If you hit a precision failure: the kernel parameters need adjustment
(usually a wider `GUARD` constant, occasionally a different reduction
shape). Treat it as a numerical bug to debug, not a CI friction to
work around.
This gate is a one-job workflow specifically so it can be marked
*Required* in the repo branch-protection rules independently of the
bench / docs workflows.
### Perf gate (soft, overridable)
[`.github/workflows/codspeed.yml`](.github/workflows/codspeed.yml)
runs three Criterion-based bench harnesses through
[CodSpeed](https://codspeed.io/) — an instruction-count simulator
built on [Valgrind](https://en.wikipedia.org/wiki/Valgrind/cachegrind).
Sub-1% noise on shared CI runners, so a 5% regression is reliably
detectable instead of disappearing in the wall-time floor that a
plain Criterion-on-CI gate would suffer.
The three bench targets:
- [`benches/all_functions.rs`](benches/all_functions.rs) — 130-bench D38<12> full public-API sweep.
- [`benches/mul_div_candidates.rs`](benches/mul_div_candidates.rs) — focused mul/div algorithm comparison.
- [`benches/pr_gate.rs`](benches/pr_gate.rs) — wide-tier coverage at D38<19> / D57<20> / D307<150> across nine ops. Add cells here when you ship a kernel that the other two suites don't reach.
CodSpeed leaves a comment on the PR with per-bench `%Δ` against the
baseline and marks the check failed if any cell regressed past the
configured threshold. **Override path: a reviewer applies the
`perf-regression-acknowledged` label to the PR.** Legitimate reasons:
- A bug fix that costs perf (e.g. a missing rounding step that was
giving false speedups).
- A correctness refactor whose perf hit will be recovered by a
follow-up kernel.
- A new feature whose code path is intentionally slower (e.g. a new
rounding mode).
Use the label sparingly. The whole point of the gate is to catch
unintended regressions; routinely dismissing it makes it noise.
If your PR is large enough that the bench coverage in
[`benches/pr_gate.rs`](benches/pr_gate.rs) doesn't reach your changed
cell, extend the harness in the same commit. The bench set is
deliberately small (so per-PR wall time stays low) but it is not
fixed in scope — new bespoke kernels should add a matching bench so
future PRs can see regressions against the new path.
### Repo-owner setup (one-time)
The CodSpeed gate needs:
1. The [CodSpeed GitHub App](https://github.com/marketplace/codspeed)

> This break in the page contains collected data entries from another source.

/// Four significant digits, as a calc sheet prints a force in newtons below 10 kN.
fn four(v: f64) -> String {
    let mag = v.abs().log10().floor() as i32;
    let decimals = (3 - mag).max(0) as usize;
    format!("{v:.decimals$}")
}

/// Largest member force over all cases, solved here with the core directly.
fn peak_forces(file: &Path) -> Vec<(String, f64)> {
    let (_, model) = Project::load_model(file).unwrap();
    let statics = Statics::new(&model);
    let mut peak: Vec<(String, f64)> = model.members.iter().map(|m| (m.id.clone(), f64::NEG_INFINITY)).collect();
    for c in 0..model.cases.len() {
        let eq = statics.solve(c, None).unwrap();
        assert!(eq.stability.is_stable());
        for (p, m) in peak.iter_mut().zip(&eq.members) {
            p.1 = p.1.max(m.force);
        }
    }
    peak
}

#[test]
fn sheet_of_the_sized_sign_is_one_page_with_ids_peak_forces_cautions_and_the_file_hash() {
    let file = data("sign-sized.rig.ron");
    let pdf = out_dir().join("sign-sized.pdf");
    let (code, _, err) = rigwright(&[
        "sheet",
        file.to_str().unwrap(),
        "-o",
        pdf.to_str().unwrap(),
        "--checked-by",
        "B. Checker",
    ]);
    assert_eq!(code, 0, "{err}");
    let bytes = std::fs::read(&pdf).unwrap();
    assert!(bytes.starts_with(b"%PDF-"));
    let Some((pages, size)) = pdfinfo(&pdf) else { return };
    assert_eq!(pages, 1);
    assert!(size.contains("595.") && size.contains("841."), "{size}");
    let Some(text) = pdftext(&pdf) else { return };
    for id in ["short-rope", "long-rope", "wall-left", "wall-right", "sign"] {
        assert!(text.contains(id), "{id} missing");
    }
    // Peak tensions over both cases, from the solver, printed in N to four digits.
    for (id, f) in peak_forces(&file) {
        assert!(f > 0.0 && f < 10_000.0, "{id}: {f}");
        assert!(text.contains(&four(f)), "{id}: peak force {} N not on the sheet", four(f));
    }
    // Title block from the project file and the command line.
    for s in [
        "J-0412 High Street signage",
        "Example Bakery Ltd",
        "A. Engineer",
        "B. Checker",
        "2025-03-14",
        "1 of 1",
        "SI (m, N, kg)",
    ] {
        assert!(text.contains(s), "`{s}` missing");
    }
    // The cautions, the design-factor source and the hash of the file's bytes.
    let flat = text.split_whitespace().collect::<Vec<_>>().join(" ");
    assert!(flat.contains("Rigging and tensioned structures can fail suddenly and hurt people."));
    assert!(flat.contains("review by a licensed engineer"));
    assert!(flat.contains("common practice"));
    let hash = rigwright_report::sha256_hex(&std::fs::read(&file).unwrap());
    assert!(text.contains(&hash), "SHA-256 {hash} missing");
    assert!(text.contains(env!("CARGO_PKG_VERSION")));
}

#[test]
fn a_large_rig_runs_onto_more_pages_each_with_its_title_block_and_page_count() {
    let file = sample("canopy-net-6x6.rig.ron");
    let pdf = out_dir().join("canopy-letter.pdf");
    let (code, _, err) = rigwright(&[
        "sheet",
        file.to_str().unwrap(),
        "-o",
        pdf.to_str().unwrap(),
        "--paper",
        "letter",
        "--stiffness",
        "n3_3",
        "--date",
        "2025-01-02",
    ]);
    assert_eq!(code, 0, "{err}");
    let Some((pages, size)) = pdfinfo(&pdf) else { return };
    assert!(pages >= 2, "{pages} page(s)");
    assert!(size.contains("612 x 792"), "{size}");
    let Some(text) = pdftext(&pdf) else { return };
    for p in 1..=pages {
        assert!(text.contains(&format!("{p} of {pages}")), "page {p}");
    }
    assert_eq!(text.matches("RIGWRIGHT").count(), pages);
    assert_eq!(text.matches("CAUTION.").count(), pages);
    assert!(text.contains("(continued)"));
    assert!(text.contains("Tangent stiffness at marked nodes"));
}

installed on the repo (free for OSS).
2. The workflow's `permissions: id-token: write` grants OIDC auth —
no separate API token secret is needed in the v4 action flow.
3. Branch-protection rules on `main` to mark **both** the `precision`
and `CodSpeed` workflows as Required. The precision check cannot
be dismissed by reviewers; the CodSpeed check can be dismissed
only via the `perf-regression-acknowledged` label.
The first PR after setup establishes the baseline; subsequent PRs
compare against it.
---
## 6. Commit and PR conventions
- Commit subjects use a lowercase prefix matching the change kind:
`perf:`, `fix:`, `docs:`, `ci:`, `release:`, etc. Keep them under
~70 characters.
- Cite the measurement that justifies a `perf:` commit in the body —
before/after ns/op at the most relevant scale, plus the bench /
workflow run ID if applicable.
- Do not skip pre-commit hooks (`--no-verify`) or commit signing.
- Bench output files and probe scripts stay out of the tree —
the `.gitignore` and `.git/info/exclude` handle the common cases.
Open a pull request against `main`. CI runs the unit-test suite and
the docs build (`RUSTDOCFLAGS=-D warnings`). Both must pass.